### Exercise
What are the lines, copied exactly, from the one containing "import java.util.zip.Inflater;" through the last line of the records below, both included?

Data entries:
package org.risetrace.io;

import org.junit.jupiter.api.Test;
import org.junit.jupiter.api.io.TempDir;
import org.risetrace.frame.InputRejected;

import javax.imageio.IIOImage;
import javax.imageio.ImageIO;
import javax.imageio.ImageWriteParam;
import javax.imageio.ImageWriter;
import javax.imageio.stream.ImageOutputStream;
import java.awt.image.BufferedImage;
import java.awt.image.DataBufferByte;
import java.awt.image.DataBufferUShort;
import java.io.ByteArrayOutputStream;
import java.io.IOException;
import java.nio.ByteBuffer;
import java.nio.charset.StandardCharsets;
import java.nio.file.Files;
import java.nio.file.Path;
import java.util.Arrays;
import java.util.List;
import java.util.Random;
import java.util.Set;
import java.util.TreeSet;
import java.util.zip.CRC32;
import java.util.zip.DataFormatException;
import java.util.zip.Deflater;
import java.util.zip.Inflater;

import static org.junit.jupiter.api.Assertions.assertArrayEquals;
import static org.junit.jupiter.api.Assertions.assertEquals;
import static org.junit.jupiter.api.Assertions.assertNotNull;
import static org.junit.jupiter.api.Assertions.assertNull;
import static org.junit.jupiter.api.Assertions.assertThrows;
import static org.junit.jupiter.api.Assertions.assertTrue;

### Expected answer
import java.util.zip.Inflater;

import static org.junit.jupiter.api.Assertions.assertArrayEquals;
import static org.junit.jupiter.api.Assertions.assertEquals;
import static org.junit.jupiter.api.Assertions.assertNotNull;
import static org.junit.jupiter.api.Assertions.assertNull;
import static org.junit.jupiter.api.Assertions.assertThrows;
import static org.junit.jupiter.api.Assertions.assertTrue;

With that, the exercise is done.